I am so sorry Sue. What a wonderful life wioth you Layla had. More dogs should be so lucky. Wishing you some comfort and peace during this difficult time. Layla will always be with you. Rest in peace, sweet girl Layla.


----------



## caview (Jun 30, 2008)

Sue,

What a beautiful and special girl! 

God bless you! 

Tanya


----------



## Remo (Sep 8, 2004)

Dear Sue,

I know what you are going through. Please know that we are sending heartfelt condolences across the ocean.

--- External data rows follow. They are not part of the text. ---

"""Incremental, parallel and reproducible builds (the build cache and --jobs)."""

import hashlib
import shutil
from pathlib import Path

import pytest
from helpers import VALID_EVENT, write_catalogue

from factsheet import build as build_module
from factsheet.build import build
from factsheet.render import environment, site
from factsheet.resources import templates_dir


def event(event_id: str, mass: str = "36 +5 -4 Msun", extra: str = "") -> str:
    return (
        VALID_EVENT.replace("id: TEST-1", f"id: {event_id}").replace("36 +5 -4 Msun", mass) + extra
    )


def hashes(folder: Path) -> dict[str, str]:
    return {
        p.relative_to(folder).as_posix(): hashlib.sha256(p.read_bytes()).hexdigest()
        for p in sorted(folder.rglob("*"))
        if p.is_file()
    }


@pytest.fixture
def cat(tmp_path):
    (tmp_path / "cat").mkdir()
    (tmp_path / "cat" / "s.csv").write_text(
        "heavier.mass [Msun],lighter.mass [Msun],distance [Mpc]\n30,20,400\n32,21,450\n31,19,500\n"
    )
    return write_catalogue(
        tmp_path / "cat",
        {
            "a.yaml": event("A-1"),
            "b.yaml": event("B-2", "40 +5 -4 Msun"),
            "c.yaml": event("C-3", extra="samples: s.csv\n"),
        },
    )


def test_two_builds_are_byte_identical_and_jobs_do_not_matter(cat, tmp_path):
    first = build(cat, tmp_path / "one", jobs=1)
    assert first.reused == 0
    build(cat, tmp_path / "two", jobs=2)
    assert hashes(tmp_path / "one") == hashes(tmp_path / "two")
    again = build(cat, tmp_path / "one", jobs=1)
    assert again.reused == 3
    assert hashes(tmp_path / "one") == hashes(tmp_path / "two")


def test_editing_one_event_rebuilds_only_it(cat, tmp_path):
    out = tmp_path / "site"
    build(cat, out, jobs=1)
    before = hashes(out)
    (cat / "b.yaml").write_text(event("B-2", "41 +5 -4 Msun"))
    report = build(cat, out, jobs=1)
    assert report.reused == 2 and report.built == 3
    after = hashes(out)
    changed = {k for k in before if before[k] != after.get(k)}
    assert "data/B-2.json" in changed and "data/A-1.json" not in changed
    assert not any(k.startswith("events/A-1") for k in changed)


@pytest.mark.parametrize("key", ["summary", "internal_notes"])
def test_editing_page_only_words_redraws_nothing(cat, tmp_path, key, monkeypatch):
    out = tmp_path / "site"
    build(cat, out, jobs=1, audience="internal")
    before = hashes(out)
    text = event("B-2", "40 +5 -4 Msun") + f"{key}: Words written later,\n  over two lines.\n"
    (cat / "b.yaml").write_text(text.replace("summary: A *test* event.\n", ""))
    drawn = []
    monkeypatch.setattr(build_module, "event_files", lambda *a: drawn.append(a) or 1 / 0)
    report = build(cat, out, jobs=1, audience="internal")
    assert report.reused == 3 and not drawn  # no figure and no sound made again
    after = hashes(out)
    changed = {k for k in before if before[k] != after.get(k)}
    assert (
        "events/B-2.html" in changed
        and "Words written later" in (out / "events" / "B-2.html").read_text()
    )
    assert not any(k.startswith("events/B-2-") or k.endswith(".wav") for k in changed)
    # the page rendered again from the cached bundle is the page a fresh build makes
    monkeypatch.undo()
    build(cat, tmp_path / "fresh", jobs=1, audience="internal")
    assert after == hashes(tmp_path / "fresh")


def test_a_new_neighbour_renders_the_pages_beside_it_as_a_fresh_build_does(cat, tmp_path):
    out = tmp_path / "site"
    build(cat, out, jobs=1)
    (cat / "d.yaml").write_text(event("D-4").replace("2034-04-12", "2034-04-13"))
    report = build(cat, out, jobs=1)
    assert report.reused == 3 and report.built == 4
    build(cat, tmp_path / "fresh", jobs=1)
    assert hashes(out) == hashes(tmp_path / "fresh")


def test_editing_the_samples_file_rebuilds_its_event(cat, tmp_path):
    out = tmp_path / "site"
    build(cat, out, jobs=1)
    with (cat / "s.csv").open("a") as handle:
        handle.write("33,22,480\n")
    assert build(cat, out, jobs=1).reused == 2


def test_settings_change_rebuilds_everything(cat, tmp_path):
    out = tmp_path / "site"
    build(cat, out, jobs=1)
    (cat / "catalogue.yaml").write_text("low_frequency: 15 Hz\n")
    assert build(cat, out, jobs=1).reused == 0
    (cat / "catalogue.yaml").write_text("low_frequency: 15 Hz\ndescription: Words.\n")
    report = build(cat, out, jobs=1)  # the description shapes pages only, not the numbers
    assert report.reused == 3 and "Words." in (out / "index.html").read_text()
    (cat / "catalogue.yaml").write_text("low_frequency: 15 Hz\ntitle: Renamed\n")
    report = build(cat, out, jobs=1)  # every share card names the catalogue
    assert report.reused == 0 and "Renamed" in (out / "index.html").read_text()


def test_template_change_reaches_the_pages(cat, tmp_path, monkeypatch):
    out = tmp_path / "site"
    build(cat, out, jobs=1)
    templates = tmp_path / "templates"
    shutil.copytree(templates_dir(), templates)
    page = templates / "event.html"
    page.write_text(page.read_text().replace("All events", "Every event"))
    for module in (environment, site):  # the loader and fingerprint, and the static copy
        monkeypatch.setattr(module, "templates_dir", lambda: templates)
    report = build(cat, out, jobs=1)
    assert report.reused == 3
    assert "Every event" in (out / "events" / "A-1.html").read_text()


def test_deleting_the_cache_gives_the_same_site(cat, tmp_path):
    out = tmp_path / "site"
    build(cat, out, jobs=1)
    before = hashes(out)
    shutil.rmtree(tmp_path / ".factsheet-cache-site")
    assert build(cat, out, jobs=1).reused == 0
    assert hashes(out) == before


def test_a_rebuild_reads_only_the_files_that_changed(cat, tmp_path, monkeypatch):
    import os
    import time

    from factsheet.load import catalogue as load_module

    then = time.time() - 3600
    for path in cat.iterdir():
        os.utime(path, (then, then))
    out = tmp_path / "site"
    build(cat, out, jobs=1)
    before = hashes(out)
    read = []
    load_event = load_module.load_event

    def reading(path, *args, **kwargs):
        read.append(path.name)
        return load_event(path, *args, **kwargs)

    monkeypatch.setattr(load_module, "load_event", reading)
    monkeypatch.setattr(build_module, "load_event", reading)
    assert build(cat, out, jobs=1).reused == 3 and read == []  # decided from metadata alone
    assert hashes(out) == before
    (cat / "b.yaml").write_text(event("B-2", "41 +5 -4 Msun"))
    assert build(cat, out, jobs=1).reused == 2 and read == ["b.yaml"]
    for entry in (tmp_path / ".factsheet-cache-site").iterdir():  # the entries gone, the
        if entry.is_dir():  # record of the files read kept: each event is derived again ...
            shutil.rmtree(entry)
    read.clear()
    assert build(cat, out, jobs=1).reused == 0
    assert "c.yaml" in read  # ... and the one with samples read afresh for their values
    assert "a.yaml" not in read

It is even more agonizing to put down a dog whose body gives out before their mind does. My heart goes out to you.


----------



## sd3567 (May 16, 2005)

<span style='font-family: Comic Sans MS'> </span> I am so sorry for your loss


----------



## poohbearsdad (Mar 24, 2008)

SO sorry to hear of your loss. She's free of any pain now and romping with the others. Rest peacefully Layla.

George and Poohbear (now an angel on the rainbow bridge)


----------



## arycrest (Feb 28, 2006)

I'm so sorry to hear you lost your wonderful Layla, she sounds like she was a wonderful friend and companion.







Rest in peace Layla!!!


----------



## hipster36 (Jul 15, 2003)

You gave pretty Layla a wonderful life Sue. I always loved to see pics of her swimming. RIP & run free sweet girl.


----------



## Sean Rescue Mom (Jan 24, 2004)

My deepest condolences and sincere sympathies go out to you. Dogs seem to leave us when we're the most vulnerable. RIP sweet Layla.


----------



## Kayos and Havoc (Oct 17, 2002)

Oh I am so sorry!!! Layla had a great life with you and I am sure she thanks you for your last act of love. Such a hard decision to make.

(((((HUGS))))))


----------



## BowWowMeow (May 7, 2007)

I am very sorry for your loss. Letting them go is always so hard but you did what was best for her. I hope you will be able to take comfort from all of the wonderful memories you shared. 

Take good care,


----------



## agilegsds (Dec 31, 2003)

Please accept my deepest condolences. I always enjoyed hearing about Layla and greatly looked forward to seeing new pictures of her since I joined the board. I agree, she was one in a million.


----------



## chruby (Sep 21, 2005)

I'm so sorry Sue. RIP Layla.


----------



## Qyn (Jan 28, 2005)

I'm very sorry for your loss - she was a beautiful girl who no doubt leaves a lot of wonderful memories.


----------



## Laura H. (Feb 23, 2009)

You definitely did the right thing. I feel quality of life is so important. If they can't do the things that they love, they'd be miserable.

I'm sorry you lost your gorgeous girl.


----------



## Skye'sMom (Jul 11, 2004)

Run free at the bridge, Layla. Your family will remember you forever -- send them wonderful memories to ease their broken hearts.


----------